My sweet, loving mother died on February 17th after a 2 year battle with stage 4 breast cancer. Up until the last few months, treatments had been working (relatively speaking), and even though her life was different, she was okay.
Until it stormed through the gates and planted roots on her liver. From there, it was swift and all consuming. Mid-January, her oncologist told her that treatments were no longer working, and she should start looking into palliative care. I didn't know this at the time, but my dad recently told me that her doctor expected she had 2-6 months left. She was gone in one.
I went home on February 16th to spend some time with her. She had gone from pretty sick, to oxygen 100% of the time, couldn't move without a wheelchair, and doped up on morphine. We knew it was bad, but didn't think it would happen so quick. That first night that I came home was tortuous. I couldn't believe I was seeing my mom that way- the second I looked at her, I knew that I was looking at a dying person. After an incredibly difficult night, my dad and I tucked her in, I gave her a kiss, told her I loved her, and that I would paint her toenails for her the next day.

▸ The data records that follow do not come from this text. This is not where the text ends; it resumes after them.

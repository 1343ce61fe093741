package demo

import (
	"bytes"
	"fmt"
	"math"
	"os"
	"path/filepath"
	"strings"
	"testing"
	"time"

	"gonum.org/v1/gonum/stat"

	"huesolve/spectrum"
)

func TestWriteIsDeterministic(t *testing.T) {
	a, b := t.TempDir(), t.TempDir()
	wa, err := New().Write(a)
	if err != nil {
		t.Fatal(err)
	}
	wb, err := New().Write(b)
	if err != nil {
		t.Fatal(err)
	}
	if len(wa) != len(wb) || len(wa) == 0 {
		t.Fatalf("wrote %d and %d files", len(wa), len(wb))
	}
	for i, rel := range wa {
		if wb[i] != rel {
			t.Fatalf("file %d: %s and %s", i, rel, wb[i])
		}
		da, err := os.ReadFile(filepath.Join(a, rel))
		if err != nil {
			t.Fatal(err)
		}
		db, err := os.ReadFile(filepath.Join(b, rel))
		if err != nil {
			t.Fatal(err)
		}
		if !bytes.Equal(da, db) {
			t.Errorf("%s differs between two runs", rel)
		}
	}
}

// TestWriteCoversEverySheetEntry checks that every file a sheet names was
// written.
func TestWriteCoversEverySheetEntry(t *testing.T) {
	dir := t.TempDir()
	sc := New()
	if _, err := sc.Write(dir); err != nil {
		t.Fatal(err)
	}
	for _, group := range [][]Scan{sc.Standards, sc.Checks, sc.Samples} {
		for _, s := range group {
			if _, err := os.Stat(filepath.Join(dir, s.file)); err != nil {
				t.Errorf("%s: %v", s.Name, err)
			}
		}
	}
	for _, f := range []string{StandardsSheet, ChecksSheet, SampleSheet, RunSheet, TruthFile} {
		if _, err := os.Stat(filepath.Join(dir, f)); err != nil {
			t.Error(err)
		}
	}
}

// TestMeasureNoiseFree checks the scan model without noise, offsets or
// stray light against the additive Beer-Lambert law A = b·Σ ε_k c_k / d
// plus the product-base background.
func TestMeasureNoiseFree(t *testing.T) {
	sc := New()
	sc.noiseFloor, sc.noiseT, sc.offsetSD, sc.strayLight = 0, 0, 0, 0
	s := Scan{Name: "x", Conc: []float64{3, 5, 7, 1}, Dilution: 2, pathCM: 0.5}
	got := sc.measure(&s)
	for i, nm := range sc.grid {
		var want float64
		for k, d := range sc.Dyes {
			want += d.absorptivity(nm) * s.Conc[k]
		}
		want = want*0.5/2 + 0.5*sc.background(nm)
		// measure goes through T = 10^-A and back: a few ulps.
		if math.Abs(got[i]-want) > 1e-12 {
			t.Fatalf("A(%g nm) = %g, want %g", nm, got[i], want)
		}
	}
}

// TestMeasureNoise checks that a blank's scatter about its true value has
// the noise floor as its standard deviation (chi-square bounds for 401
// points: the SD estimate lies within ±12 % with probability above 0.99).
func TestMeasureNoise(t *testing.T) {
	sc := New()
	sc.offsetSD = 0
	blank := sc.Standards[0]
	got := sc.measure(&blank)
	var ss float64
	for i, nm := range sc.grid {
		d := got[i] - sc.trueAbsorbance(&blank, nm)
		ss += d * d
	}
	sd := math.Sqrt(ss / float64(len(got)))
	if math.Abs(sd/sc.noiseFloor-1) > 0.12 {
		t.Errorf("blank noise SD = %g, want about %g", sd, sc.noiseFloor)
	}
}

// TestScenarioShape checks the promises the demo makes: five or more
// levels per dye with replicates, the troubled samples present, and the
// too-concentrated one reading above 2.5 while the others stay well below.
func TestScenarioShape(t *testing.T) {
	sc := New()
	for k, d := range sc.Dyes {
		count := map[float64]int{}
		for _, s := range sc.Standards {
			nonzero := 0
			for _, c := range s.Conc {
				if c != 0 {
					nonzero++
				}
			}
			if nonzero == 1 && s.Conc[k] != 0 {
				count[s.Conc[k]]++
			}
		}
		if len(count) < 5 {
			t.Errorf("%s: %d levels, want 5 or more", d.Name, len(count))
		}
		for lv, n := range count {
			if n < 2 {
				t.Errorf("%s at %g: %d replicate(s)", d.Name, lv, n)
			}
		}
	}
	peak := func(s *Scan) float64 {
		m := 0.0
		for _, nm := range sc.grid {
			m = max(m, sc.trueAbsorbance(s, nm))
		}
		return m
	}
	seen := map[Trouble]bool{}
	for i := range sc.Samples {
		s := &sc.Samples[i]
		seen[s.Trouble] = true
		p := peak(s)
		switch s.Trouble {
		case TooStrong:
			if p < 2.5 {
				t.Errorf("%s peaks at A = %.2f, want above 2.5", s.Name, p)
			}
		case NearLimit:
			if p > 0.05 {
				t.Errorf("%s peaks at A = %.3f, want a trace", s.Name, p)
			}
		default:
			if p > 1.5 {
				t.Errorf("%s peaks at A = %.2f, want below 1.5", s.Name, p)
			}
		}
	}
	for _, tr := range []Trouble{Normal, NearLimit, TooStrong, Turbid, UnlistedDye} {
		if !seen[tr] {
			t.Errorf("no sample with trouble %q", tr)
		}
	}
}

// TestFilesReadBack reads every scan the scenario wrote with the spectrum
// readers and compares it with the model's readings, within the rounding
// of the written numbers.
func TestFilesReadBack(t *testing.T) {
	dir := t.TempDir()
	sc := New()
	if _, err := sc.Write(dir); err != nil {
		t.Fatal(err)
	}
	for _, group := range [][]Scan{sc.Standards, sc.Checks, {sc.blank}, sc.Samples} {
		for i := range group {
			s := &group[i]
			ss, err := spectrum.ReadFile(filepath.Join(dir, s.file), spectrum.ReadOptions{
				Warn: func(msg string) { t.Errorf("%s: warning: %s", s.Name, msg) }})
			if err != nil {
				t.Fatalf("%s: %v", s.Name, err)
			}
			var got *spectrum.Spectrum
			for _, x := range ss {
				if s.column == "" || x.Name == s.column {
					got = x
				}
			}
			if got == nil {
				t.Fatalf("%s: no spectrum named %q in %s", s.Name, s.column, s.file)
			}
			if err := got.ToAbsorbance(); err != nil {
				t.Fatal(err)
			}
			want := sc.measure(s)
			if !spectrum.SameGrid(got.Wavelengths, sc.grid) {
				t.Fatalf("%s: grid %g-%g nm, %d points", s.Name, got.Wavelengths[0], got.Wavelengths[len(got.Wavelengths)-1], got.Len())
			}
			for k := range want {
				// Rounding: 5e-6 A; %T to 1e-4 of a value near 100·10^-A
				// gives dA = 0.434·5e-5/%T.
				tol := 5.1e-6
				if s.form == percentT {
					tol = log10e * 0.5 / pctTDigits / (100 * math.Pow(10, -want[k])) * 1.01
				}
				if d := math.Abs(got.Values[k] - want[k]); d > tol {
					t.Fatalf("%s at %g nm: read %g, model %g", s.Name, sc.grid[k], got.Values[k], want[k])
				}
			}
		}
	}
}

// The day's run: every preparation's scan is written and named in the
// run sheet with its mass, and its extract holds content × mass / volume
// (less a planted loss).
func TestRunPreparations(t *testing.T) {
	dir := t.TempDir()
	sc := New()
	if _, err := sc.Write(dir); err != nil {
		t.Fatal(err)
	}
	sheet, err := os.ReadFile(filepath.Join(dir, RunSheet))
	if err != nil {
		t.Fatal(err)
	}
	for _, l := range sc.Lots {
		if len(l.Preps) != 3 {
			t.Errorf("%s: %d preparations, want 3", l.Name, len(l.Preps))
		}
		for _, p := range l.Preps {
			if _, err := os.Stat(filepath.Join(dir, p.file)); err != nil {
				t.Error(err)
			}
			if !bytes.Contains(sheet, []byte(","+p.file+",,")) || !bytes.Contains(sheet, []byte(","+p.Name+","+l.Name+","+num(p.MassG)+",g,")) {
				t.Errorf("run sheet lacks %s", p.Name)
			}
			for k, c := range l.Content {
				// 1 mg/kg × 1 g / 1 mL is 1 mg/L.
				if want := c * p.MassG / p.VolumeML * (1 - p.Loss); math.Abs(p.Conc[k]-want) > 1e-12 {
					t.Errorf("%s: dye %d at %g mg/L, want %g", p.Name, k, p.Conc[k], want)
				}
			}
		}
	}
}

// The invented history: working days only, the same on every call, each
// series' baseline at mean 100 % and SD historyNoisePct, and the shift
// on the shifted dye alone.
func TestHistory(t *testing.T) {
	sc := New()
	a, b := sc.History(), New().History()
	if len(a) != HistoryDays || fmt.Sprint(a) != fmt.Sprint(b) {
		t.Fatalf("%d days, repeatable %v", len(a), fmt.Sprint(a) == fmt.Sprint(b))
	}
	series := map[string][]float64{}
	for _, d := range a {
		if wd := d.Time.Weekday(); wd == time.Saturday || wd == time.Sunday {
			t.Errorf("run on a %s", wd)
		}
		for _, c := range d.Checks {
			series[c.Compound+" "+c.Standard] = append(series[c.Compound+" "+c.Standard], c.Recovery)
		}
	}
	if len(series) != 10 {
		t.Errorf("%d series, want 10 (every dye each check holds)", len(series))
	}
	for name, s := range series {
		mean, sd := stat.MeanStdDev(s[:HistoryBaseline], nil)
		if math.Abs(mean-100) > 0.01 || math.Abs(sd-historyNoisePct) > 0.01 {
			t.Errorf("%s: baseline mean %g, SD %g", name, mean, sd)
		}
		late := stat.Mean(s[HistoryShiftDay-1:], nil)
		if shifted := strings.HasPrefix(name, ShiftedDye+" "); shifted != (late-100 > historyShiftPct/2) {
			t.Errorf("%s: mean after the shift day %g", name, late)
		}
	}
}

10am, my sister (who lives with my parents) texted and asked if I had checked on mom. I went in to her room, and in my core, I knew that she was gone. On the surface, my brain couldn't piece it together. She was sleeping, Had to be sleeping. There was no way that my mom was actually dead. It couldn't happen that fast.
But it did. And this has been the strangest month. Nothing about this grieving process is what I thought it would be. I'm distracted, and some days I'm even happy and full of joy in life. Some days I barely think about it. Some days I think about it all the time and I can't think of anything else. I thought that I would be confined to my bed for weeks. Instead, I get up, (try) to go to work, go on hikes, party with friends, do yoga. I feel accepting and okay. Sometimes, I absolutely lose my *** and panic and cry and don't want to talk to or be around anyone at all.
I think I'm realizing that it's not just a quick process that you go through, accept, and it's over. She's gone. Actually gone. Forever. And I don't know what to do with myself. I can't believe that what I feared for so long is actually over. 26 years old and my mother isn't here anymore- never will be.
I don't know how I'm supposed to be feeling or acting. I should be talking to my family and being there for them. I don't want to. I don't want to talk about it or think about it or deal with it. I just want to be fine. But it's not. I don't know.